Далее оставалось всего двое преподавателей, и Достий вдруг ощутил, сколь тяжелым сделался его стул, который снова нужно было тащить с места на место. В результате стул был поставлен чуть наискось, но молодой человек опустился на него, посчитав, что и так сойдет.
Тем временем сдавать ему нужно было миссионерскую деятельность. Спокойный и неподвижный, будто снежный сугроб, преподаватель, посмотрел на него, сонно сощурившись, и спросил о способах воздействия на потенциальную паству. Ответ, таким образом, состоял сплошь из перечислений, за которое Достий принялся не мешкая. Но едва он одолел половину списка, как прямо рядом с ним раздался… Раскатистый храп. От удивления Достий запнулся и осмотрелся, ничего не понимая. И только потом понял, что храп исходил, собственно, от его экзаменатора, которому он старательно отвечал. Тот сидел, уставив неподвижный взгляд куда-то поверх Достиевой макушки и спал, невзирая на совершенно неподходящую обстановку. Его проворно толкнули под локоть, и вот профессор смотрел уже осмысленно и просил продолжить. Видно, подобный режим сна у преподавателя миссионерской деятельности не был в новинку никому. Молодой человек же, продолжая ответ, не уставал про себя удивляться. Миссионерство требовало от священнослужителей бойкости, сердечного жара и умения ладить с людьми, и как же, интересно, проповедовал бы свою веру этот человек?..
Сил таскать этот непомерно тяжелый стул уже не было, и Достий просто повернулся к последнему экзаменатору. Ему, конечно, пришла мысль о том, что это может показаться не очень вежливым и учтивым, но Достий отмахнулся от таких раздумий. Ему хотелось, чтобы все уже поскорее закончилось.
Тем временем преподаватель гомилетики – науки о ведении проповеди и исповеди (молодой человек даже с трудом припомнил, что да, такой предмет действительно был в его списке, и он даже что-то такое учил) смотрел на него с надеждой и восторгом, словно заждался уже. Брови его, выцветшие и редкие, нетерпеливо подрагивали, а лицо было все в морщинках, потому что он улыбался.
- Ну что ж, последние два часа ты то и дело говоришь на публику, – заметил он. – Это дело нехитрое, бывают люди, что лишь усложняют его непомерно... (Из преподавателей кто-то сухо и наигранно кашлянул – Достий с содроганием понял секунду спустя, что это был риторик) Давай поговорим о таком разделе гомилетики как искусство исповеди. Даже не поговорим, а... поиграем!
Играть Достию хотелось меньше всего, ведь конечно же игра затевалась не ради развлечения, да и улыбкой его уже было не провести. Коты ведь тоже играют с мышатами, прежде чем полакомиться. Но возражать он, конечно, не собирался – он не для этого сюда пришел. Да и сил разговаривать особо не было – уже скулы сводило и в горле скребло от постоянных докладов.
- Играть будем в “верю – не верю”, – воодушевленно вещал тем временем преподаватель. – Думаю, тебе попадались “Правила исповедника”?

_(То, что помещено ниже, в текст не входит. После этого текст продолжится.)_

// item is one entry of a section with its id.
type item struct {
	id   string
	node *yaml.Node
}

// itemsOf returns the entries of a section that have a usable id, named as
// the reader names them (a link without an id is FROM--TO, #2 ... for
// repeats).
func itemsOf(root *yaml.Node, section string) []item {
	list := lookup(root, section)
	if list == nil || list.Kind != yaml.SequenceNode {
		return nil
	}
	idKey := sections[section]
	var out []item
	seen := map[string]int{}
	for _, n := range list.Content {
		n = deref(n)
		if n.Kind != yaml.MappingNode {
			continue
		}
		id := scalar(lookup(n, idKey))
		if id == "" && section == "links" {
			from, to := scalar(lookup(n, "from")), scalar(lookup(n, "to"))
			if to == "" {
				if k := findLinkKind(scalar(lookup(n, "kind"))); k != nil {
					to = k.defaultTo
				}
			}
			if from == "" || to == "" {
				continue
			}
			id = from + "--" + to
			for k := 2; seen[id] != 0; k++ {
				id = fmt.Sprintf("%s--%s#%d", from, to, k)
			}
		}
		if id == "" {
			continue
		}
		seen[id]++
		out = append(out, item{id, n})
	}
	return out
}

// keysOf returns the keys an item takes and how messages name it (nil when
// its kind is not known, so that the reader reports that).
func keysOf(section string, n *yaml.Node) ([]string, string) {
	switch section {
	case "nodes":
		switch NodeKind(scalar(lookup(n, "kind"))) {
		case Solid, "":
			return append(append([]string{}, solidKeys...), capacityKeys...), "a solid node"
		case Air:
			return append(append([]string{}, airKeys...), airCapacityKeys...), "an air node"
		case Fixed:
			return fixedKeys, "a fixed node"
		}
	case "components":
		return append(append([]string{}, componentKeys...), capacityKeys...), "a component"
	case "links":
		kind := scalar(lookup(n, "kind"))
		if k := findLinkKind(kind); k != nil {
			return append(append([]string{}, commonLinkKeys...), k.keyNames()...), "a " + kind + " link"
		}
	case "materials":
		return materialKeys, "a material"
	case "plates":
		if lookup(n, "layers") != nil {
			return plateKeys, "a plate"
		}
		return append(append([]string{}, plateKeys...), layerKeys...), "a plate"
	}
	return nil, ""
}

// plateWithin finds the part of a plate that an override's path names
// within it: faces.N, heat.N, layers.N (counted from 0) or board.
func plateWithin(plate *yaml.Node, within string) (*yaml.Node, []string, string, string) {
	list, index, hasIndex := strings.Cut(within, ".")
	if !hasIndex {
		if within != "board" {
			return nil, nil, "", fmt.Sprintf("within a plate, name faces.N, heat.N, layers.N or board, e.g. plates.board.faces.0.h=8W/(m2K); got %q", within)
		}
		b := lookup(plate, "board")
		if b == nil || b.Kind != yaml.MappingNode {
			return nil, nil, "", "the plate has no board: mapping"
		}
		return b, boardKeys, "a printed board", ""
	}
	keys := map[string][]string{"faces": plateFaceKeys, "heat": plateHeatKeys, "layers": layerKeys}
	valid, ok := keys[list]
	if !ok {
		return nil, nil, "", fmt.Sprintf("within a plate, name faces.N, heat.N, layers.N or board; got %q", list)
	}
	seq := lookup(plate, list)
	if seq == nil || seq.Kind != yaml.SequenceNode {
		return nil, nil, "", fmt.Sprintf("the plate has no %s: list", list)
	}
	k, err := strconv.Atoi(index)
	if err != nil || k < 0 || k >= len(seq.Content) {
		return nil, nil, "", fmt.Sprintf("%s.%s: the plate's %s are numbered 0 to %d", list, index, list, len(seq.Content)-1)
	}
	n := deref(seq.Content[k])
	if n.Kind != yaml.MappingNode {
		return nil, nil, "", fmt.Sprintf("%s.%d is not a mapping", list, k)
	}
	return n, valid, "a plate's " + strings.TrimSuffix(list, "s") + " entry", ""
}
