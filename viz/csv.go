package viz

import (
	"encoding/csv"
	"io"
	"math"
	"strconv"

	"github.com/heatgraph/heatgraph/network"
)

// CSVHeader is the header row of WriteCSV. The record column says what a
// row is: "node", "link", "boundary" (heat leaving through a fixed node),
// or "join" (the heat through one join of a meshed plate, from the plate
// to the node joined; the plate's cells are written by WritePlateCells).
var CSVHeader = []string{"record", "id", "kind", "from", "to", "temperature_degC", "limit_degC", "margin_K", "status", "power_W", "heat_W"}

// WriteCSV writes one table holding every node, link and boundary flow of a
// solution. Numbers have 10 significant digits, far finer than any model's
// inputs, and round-off around zero is written 0, never -0. A table has
// no room for warnings:
// a number that is not finite leaves its cell empty, and the caller shows
// the warnings of NonFinite.
func WriteCSV(w io.Writer, sol *network.Solution) error {
	cw := csv.NewWriter(w)
	// A number that is not finite leaves its cell empty; NonFinite lists
	// the warnings, which the caller shows.
	num := func(x float64) string {
		if !finite(x) {
			return ""
		}
		return csvNumber(x)
	}
	rows := [][]string{CSVHeader}
	for _, n := range sol.Nodes {
		limit, margin := "", ""
		if n.HasLimit {
			limit, margin = num(celsius(n.Limit)), num(n.Margin)
		}
		rows = append(rows, []string{"node", n.ID, string(n.Kind), "", "", num(celsius(n.Temperature)), limit, margin, string(n.Status), num(n.Power), ""})
	}
	for _, l := range sol.Links {
		rows = append(rows, []string{"link", l.ID, l.Kind, l.From, l.To, "", "", "", "", "", num(l.Heat)})
	}
	for _, o := range sol.Balance.Out {
		rows = append(rows, []string{"boundary", o.Node, "", "", "", "", "", "", "", "", num(o.Heat)})
	}
	for _, p := range sol.Plates {
		for _, j := range p.Joins {
			rows = append(rows, []string{"join", j.Name, j.Kind, p.ID, j.Node, "", "", "", "", "", num(j.Heat)})
		}
	}
	if err := cw.WriteAll(rows); err != nil {
		return err
	}
	return cw.Error()
}

// csvNumber formats a finite number for CSV: 10 significant digits, no
// exponent for ordinary magnitudes, and 0 for anything that rounds to
// zero at that precision relative to 1 mW, 1 mK (|x| < 1e-9) or is -0.
func csvNumber(x float64) string {
	if math.Abs(x) < 1e-9 {
		return "0"
	}
	return strconv.FormatFloat(x, 'g', 10, 64)
}
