func newHeatMap(p *network.PlateResult, opt HeatMapOptions) (*heatMap, error) {
	if err := checkPlate(p); err != nil {
		return nil, err
	}
	k := p.NZ - 1
	view := fmt.Sprintf("top layer (k = %d", k)
	switch opt.View {
	case ViewTop:
	case ViewLayer:
		if opt.Layer < 0 || opt.Layer >= p.NZ {
			return nil, fmt.Errorf("plate %q has layers 0 to %d, not %d", p.ID, p.NZ-1, opt.Layer)
		}
		k = opt.Layer
		view = fmt.Sprintf("layer k = %d (", k)
		if k == 0 && p.NZ > 1 {
			view = "bottom layer (k = 0"
		}
	case ViewHottest:
		k = -1
		view = fmt.Sprintf("hottest cell through the thickness of each column (%s", countOf(p.NZ, "layer"))
	default:
		return nil, fmt.Errorf("unknown heat map view %d", opt.View)
	}
	if k >= 0 {
		z0, z1 := zSpan(p, k)
		if view[len(view)-1] != '(' {
			view += ", "
		}
		view += fmt.Sprintf("z %s to %s mm", fnum("%.2f", 1e3*z0), fnum("%.2f", 1e3*z1))
	}
	view += ")"
	f, err := newPlateField(p, k)
	if err != nil {
		return nil, err
	}
	m := &heatMap{f: f, lo: f.lo, hi: f.hi, view: view}
	if f.hotI < 0 {
		m.lo, m.hi = 0, 1 // nothing finite to show
	}
	if !(m.hi-m.lo > 1e-9) {
		m.hi = m.lo + 1 // one temperature everywhere: one colour
	}
	m.w, m.h = float64(opt.WidthPx), float64(opt.HeightPx)
	if m.w == 0 {
		m.w = 900
	}
	if m.h == 0 {
		m.h = 640
	}
	m.w, m.h = math.Max(m.w, 400), math.Max(m.h, 300)
	const left, right, top, bottom = 64.0, 190.0, 62.0, 132.0
	aw, ah := m.w-left-right, m.h-top-bottom
	m.s = math.Min(aw/p.Width, ah/p.Length)
	m.x0, m.y0, m.pw, m.ph = left, top, m.s*p.Width, m.s*p.Length
	m.barX, m.barY, m.barW = left+m.pw+34, top, 18
	m.barH = math.Max(m.ph, math.Min(ah, 180))
	m.captionY = top + math.Max(m.ph, m.barH) + 52
	return m, nil
}

func (m *heatMap) px(x float64) float64 { return m.x0 + m.s*x }
func (m *heatMap) py(y float64) float64 { return m.y0 + m.ph - m.s*y }

// level is the colour step of a temperature, −1 when it is not finite.
func (m *heatMap) level(t float64) int {
	if !finite(t) {
		return -1
	}
	l := int((t - m.lo) / (m.hi - m.lo) * heatLevels)
	return max(0, min(heatLevels-1, l))
}

// barY is the height on the colour bar of a temperature.
func (m *heatMap) barAt(t float64) float64 {
	return m.barY + m.barH - (t-m.lo)/(m.hi-m.lo)*m.barH
}

// over reports whether t is above the plate's limit.
func (m *heatMap) over(t float64) bool {
	return m.f.p.HasLimit && finite(t) && t > m.f.p.Limit
}

// canvas draws the parts of a heat map around its cells, in picture units,
// for SVG and PNG alike.
type canvas interface {
	rect(x, y, w, h float64, fill, stroke string, width float64, dashed bool)
	hatch(x, y, w, h float64)
	line(x1, y1, x2, y2 float64, colour string, width float64)
	circle(cx, cy, r float64, stroke string, width float64)
	// text with its baseline at y, anchored left (−1), centre (0) or
	// right (1); halo draws a white outline under it.
	text(x, y float64, anchor int, size float64, bold, halo bool, s string)
}

// niceStep is a step of 1, 2 or 5 × 10ⁿ giving about n ticks over span.
func niceStep(span float64, n int) float64 {
	if !(span > 0) {
		return 1
	}
	raw := span / float64(n)
	e := math.Pow(10, math.Floor(math.Log10(raw)))
	for _, f := range []float64{1, 2, 5, 10} {
		if f*e >= raw {
			return f * e
		}
	}
	return 10 * e
}

// ticks returns the multiples of step in [lo, hi].
func ticks(lo, hi, step float64) []float64 {
	var out []float64
	for v := math.Ceil(lo/step-1e-9) * step; v <= hi+1e-9*step; v += step {
		out = append(out, v)
	}
	return out
}

// tickText formats a tick value without needless decimals.
func tickText(v, step float64) string {
	d := 0
	if step < 1 {
		d = int(math.Ceil(-math.Log10(step) - 1e-9))
	}
	s := strconv.FormatFloat(v, 'f', d, 64)
	if strings.Trim(s, "-0.") == "" {
		s = strings.TrimPrefix(s, "-")
	}
	return s
}
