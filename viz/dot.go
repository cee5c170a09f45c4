package viz

import (
	"fmt"
	"html"
	"math"
	"strconv"
	"strings"

	"github.com/awalterschulze/gographviz"
	"github.com/heatgraph/heatgraph/network"
)

// Colouring selects what the node fill shows.
type Colouring string

// Node colourings.
const (
	ColourMargin      Colouring = "margin"      // margin to the node's limit
	ColourTemperature Colouring = "temperature" // temperature between ambient and the hottest node
)

// Colourings lists the valid colourings.
var Colourings = []Colouring{ColourMargin, ColourTemperature}

// DOT returns the heat-path diagram of a solution in the DOT language.
//
// Nodes show their temperature and, where they have a limit, their margin;
// the fill follows the chosen colouring. Edges point the way heat flows,
// carry its value in watts, and grow thicker with it. A legend explains the
// colours.
func DOT(sol *network.Solution, colouring Colouring) (string, error) {
	g := gographviz.NewGraph()
	const name = "heatpaths"
	d := &dotBuilder{g: g, name: name}
	d.check(g.SetName(name))
	d.check(g.SetDir(true))
	title := sol.Net.Model.Title
	if title == "" {
		title = sol.Net.Model.File
	}
	for k, v := range map[string]string{
		"rankdir":  "LR",
		"fontname": q("Helvetica"),
		"fontsize": "11",
		"label": q(fmt.Sprintf("%s\nambient %.1f °C\nestimates from a lumped model: confirm by measurement",
			title, celsius(sol.Net.Model.Ambient.Temperature))),
		"labelloc": "t",
		"nodesep":  "0.35",
		"ranksep":  "0.6",
	} {
		d.check(g.AddAttr(name, k, v))
	}

	tMin, tMax := sol.Net.Model.Ambient.Temperature, sol.Net.Model.Ambient.Temperature
	for _, n := range sol.Nodes {
		tMin, tMax = math.Min(tMin, n.Temperature), math.Max(tMax, n.Temperature)
	}
	edges := heatEdges(sol)
	// A fixed node with several links is drawn once at each of them: one
	// node joined to every part of the box makes the layout slow (Graphviz
	// draws its long edges through every rank) and the picture a tangle.
	links := map[string]int{}
	for _, e := range edges {
		links[e.from]++
		links[e.to]++
	}
	ids := map[string]bool{}
	for _, n := range sol.Nodes {
		ids[n.ID] = true
	}
	copies := map[string][]string{} // DOT node names of each split fixed node
	split := func(id string, kind network.NodeKind) string {
		if kind != network.Fixed || links[id] < 2 {
			return id
		}
		drawn := fmt.Sprintf("%s#%d", id, len(copies[id])+1)
		for ids[drawn] {
			drawn += "#"
		}
		ids[drawn] = true
		copies[id] = append(copies[id], drawn)
		return drawn
	}
	kinds := map[string]network.NodeKind{}
	for _, n := range sol.Nodes {
		kinds[n.ID] = n.Kind
	}
	for i := range edges {
		edges[i].fromName = split(edges[i].from, kinds[edges[i].from])
		edges[i].toName = split(edges[i].to, kinds[edges[i].to])
	}

	for _, n := range sol.Nodes {
		fill := nodeFill(n, colouring, tMin, tMax)
		label := fmt.Sprintf("%s\n%.1f °C", n.ID, celsius(n.Temperature))
		if n.HasLimit {
			label += fmt.Sprintf("\nmargin %+.1f K", n.Margin)
		}
		if n.Power != 0 {
			label += fmt.Sprintf("\n%.3g W in", n.Power)
		}
		attrs := map[string]string{
			"label":     q(label),
			"shape":     nodeShape(n.Kind),
			"style":     q("filled,rounded"),
			"fillcolor": q(fill.hex()),
			"fontcolor": q(textOn(fill)),
			"fontname":  q("Helvetica"),
			"fontsize":  "10",
			"color":     q("#5a5a5a"),
		}
		if n.Status == network.Over {
			attrs["penwidth"] = "3"
			attrs["color"] = q(marginScale[0].c.hex())
		}
		names := copies[n.ID]
		if len(names) == 0 {
			names = []string{n.ID}
		} else {
			attrs["tooltip"] = q(fmt.Sprintf("%s: drawn at each of its %d links", n.ID, len(names)))
		}
		for _, drawn := range names {
			d.check(g.AddNode(name, q(drawn), attrs))
		}
	}

	qMax := 0.0
	for _, e := range edges {
		qMax = math.Max(qMax, e.heat)
	}
	for _, e := range edges {
		colour := edgeColour
		if e.air {
			colour = airColour
		}
		attrs := edgeAttrs(e.heat, qMax, e.tooltip(), colour)
		if e.fromName != e.from || e.toName != e.to {
			// A copy of a fixed node hangs off its neighbour: leave the
			// straightening to the paths between the nodes that matter,
			// or a long chain becomes a staircase.
			attrs["weight"] = "0"
		}
		d.check(g.AddEdge(q(e.fromName), q(e.toName), true, attrs))
	}
	d.legend(colouring, tMin, tMax, len(copies) > 0)
	if d.err != nil {
		return "", d.err
	}
	return g.String(), nil
}

// heatEdge is one arrow of the diagram: the heat between two nodes, in the
// direction it flows, summed over the links that carry it.
type heatEdge struct {
	from, to         string // node ids, heat flows from -> to
	fromName, toName string // DOT node names (a split fixed node's copy)
	heat             float64
	air              bool // heat carried by moving air
	parts            []edgePart
}

type edgePart struct {
	what string  // "id (kind)" or "id: air from inlet"
	heat float64 // W, positive from -> to of the edge
}

func (e heatEdge) tooltip() string {
	if len(e.parts) == 1 {
		return e.parts[0].what
	}
	items := make([]string, len(e.parts))
	for i, p := range e.parts {
		items[i] = fmt.Sprintf("%s %.3g W", p.what, p.heat)
	}
	return fmt.Sprintf("%d links, %.3g W in all: %s", len(e.parts), e.heat, strings.Join(items, "; "))
}

// heatEdges merges the links of a solution into arrows: links between the
// same two nodes become one arrow with their heat summed (conduction,
// convection and radiation side by side), so that the diagram has one
// arrow per path; heat carried by air is kept apart from heat conducted.
// Arrows point the way the net heat flows. The order follows the model.
func heatEdges(sol *network.Solution) []heatEdge {
	type key struct {
		a, b string
		air  bool
	}
	index := map[key]int{}
	var edges []heatEdge
	add := func(from, to string, heat float64, air bool, what string) {
		a, b, sign := from, to, 1.0
		if b < a {
			a, b, sign = b, a, -1
		}
		k := key{a, b, air}
		i, ok := index[k]
		if !ok {
			i = len(edges)
			index[k] = i
			edges = append(edges, heatEdge{from: a, to: b, air: air})
		}
		edges[i].heat += sign * heat
		edges[i].parts = append(edges[i].parts, edgePart{what: what, heat: sign * heat})
	}
	for _, l := range sol.Links {
		for k, p := range l.Paths {
			if k > 0 && p.Heat == 0 {
				continue
			}
			what := fmt.Sprintf("%s (%s)", l.ID, l.Kind)
			if k > 0 && p.Carried {
				// The air a channel passes on carries heat of its own.
				what = fmt.Sprintf("%s: air from %s", l.ID, p.From)
			}
			add(p.From, p.To, p.Heat, p.Carried, what)
		}
	}
	for i := range edges {
		e := &edges[i]
		if e.heat < 0 {
			e.from, e.to, e.heat = e.to, e.from, -e.heat
			for j := range e.parts {
				e.parts[j].heat = -e.parts[j].heat
			}
		}
	}
	return edges
}

// edgeAttrs returns the attributes of an edge carrying heat watts (≥ 0) of
// the largest qMax: labelled in watts, thicker for more heat, dashed when
// it carries next to nothing.
func edgeAttrs(heat, qMax float64, tooltip, colour string) map[string]string {
	weight := 1.0
	if qMax > 0 {
		weight = 0.8 + 5.2*heat/qMax
	}
	attrs := map[string]string{
		"label":     q(fmt.Sprintf("%.3g W", heat)),
		"tooltip":   q(tooltip),
		"penwidth":  strconv.FormatFloat(weight, 'f', 2, 64),
		"arrowsize": strconv.FormatFloat(0.5+0.1*weight, 'f', 2, 64),
		"color":     q(colour),
		"fontname":  q("Helvetica"),
		"fontsize":  "9",
	}
	if colour != edgeColour {
		attrs["fontcolor"] = q(colour)
	}
	if qMax > 0 && heat < 1e-3*qMax {
		attrs["style"] = "dashed"
	}
	return attrs
}

type dotBuilder struct {
	g    *gographviz.Graph
	name string
	err  error
}

func (d *dotBuilder) check(err error) {
	if d.err == nil && err != nil {
		d.err = err
	}
}

// legend adds a box that explains shapes, colours and edge widths.
func (d *dotBuilder) legend(c Colouring, tMin, tMax float64, split bool) {
	var rows strings.Builder
	cell := func(fill rgb, text string) {
		fmt.Fprintf(&rows, `<tr><td bgcolor="%s" width="18"></td><td align="left">%s</td></tr>`, fill.hex(), html.EscapeString(text))
	}
	switch c {
	case ColourTemperature:
		for _, f := range []float64{0, 0.35, 0.65, 1} {
			cell(temperatureScale.at(f), fmt.Sprintf("%.1f °C", celsius(tMin+f*(tMax-tMin))))
		}
	default:
		for _, s := range []struct {
			m    float64
			text string
		}{{30, "margin 30 K or more"}, {15, "margin 15 K"}, {5, "margin 5 K"}, {0, "at the limit"}, {-10, "10 K or more over"}} {
			cell(marginScale.at(s.m), s.text)
		}
		cell(noLimitFill, "no limit set")
	}
	cell(fixedFill, "fixed temperature")
	label := fmt.Sprintf(`<<table border="0" cellborder="0" cellspacing="2"><tr><td colspan="2"><b>%s</b></td></tr>%s`+
		`<tr><td colspan="2" align="left">box: solid; octagon: junction;</td></tr>`+
		`<tr><td colspan="2" align="left">ellipse: air; cylinder: fixed</td></tr>`+
		splitRow(split)+
		`<tr><td colspan="2" align="left">arrows: the way heat flows;</td></tr>`+
		`<tr><td colspan="2" align="left">width grows with watts;</td></tr>`+
		`<tr><td colspan="2" align="left"><font color="`+airColour+`">blue: heat carried by moving air</font></td></tr></table>>`,
		html.EscapeString("colour: "+string(c)), rows.String())
	const cluster = "cluster_legend"
	d.check(d.g.AddSubGraph(d.name, cluster, map[string]string{"label": q("legend"), "style": q("rounded"), "color": q("#9a9a9a"), "fontname": q("Helvetica"), "fontsize": "10"}))
	d.check(d.g.AddNode(cluster, q("legend: colours"), map[string]string{"shape": "plaintext", "label": label, "fontname": q("Helvetica"), "fontsize": "9"}))
}

// splitRow is the legend's line on fixed nodes drawn more than once.
func splitRow(split bool) string {
	if !split {
		return ""
	}
	return `<tr><td colspan="2" align="left">(a fixed node is drawn</td></tr>` +
		`<tr><td colspan="2" align="left">at each of its links)</td></tr>`
}

func nodeFill(n network.NodeResult, c Colouring, tMin, tMax float64) rgb {
	if n.Kind == network.Fixed {
		return fixedFill
	}
	if c == ColourTemperature {
		f := 0.0
		if tMax > tMin {
			f = (n.Temperature - tMin) / (tMax - tMin)
		}
		return temperatureScale.at(f)
	}
	if !n.HasLimit {
		return noLimitFill
	}
	return marginScale.at(n.Margin)
}

func nodeShape(k network.NodeKind) string {
	switch k {
	case network.Fixed:
		return "cylinder"
	case network.Junction:
		return "octagon"
	case network.Air:
		return "ellipse"
	}
	return "box"
}

// q quotes s as a DOT string.
func q(s string) string {
	r := strings.NewReplacer(`\`, `\\`, `"`, `\"`, "\n", `\n`)
	return `"` + r.Replace(s) + `"`
}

Достий бы воспрянул, если бы не чувствовал усталости и тяжести во всем теле. Эта маленькая книжечка с некоторых пор стойко ассоциировалась у него с Императором – совершенно случайно Достий, придя подежурить у постели раненого монарха, захватил с собой труд старца Максимия, который затем пришлось читать в слух, да еще под насмешки Его Величества.
- Правил всего пятнадцать.
- Не верю, – отозвался Достий, чувствуя, в голове у него проясняется, исчезает сонливость – последние силы нужно было собрать ради финального рывка.
- Первое правило – о подготовке к исповеди.
- Нет, – молодой человек помнил, что это правило значилось двадцать пятым, на что монарх возмущенно заметил, что, мол, за беспорядок, уже почти исповедь прошла, как оказалось, что к ней надо еще и готовиться.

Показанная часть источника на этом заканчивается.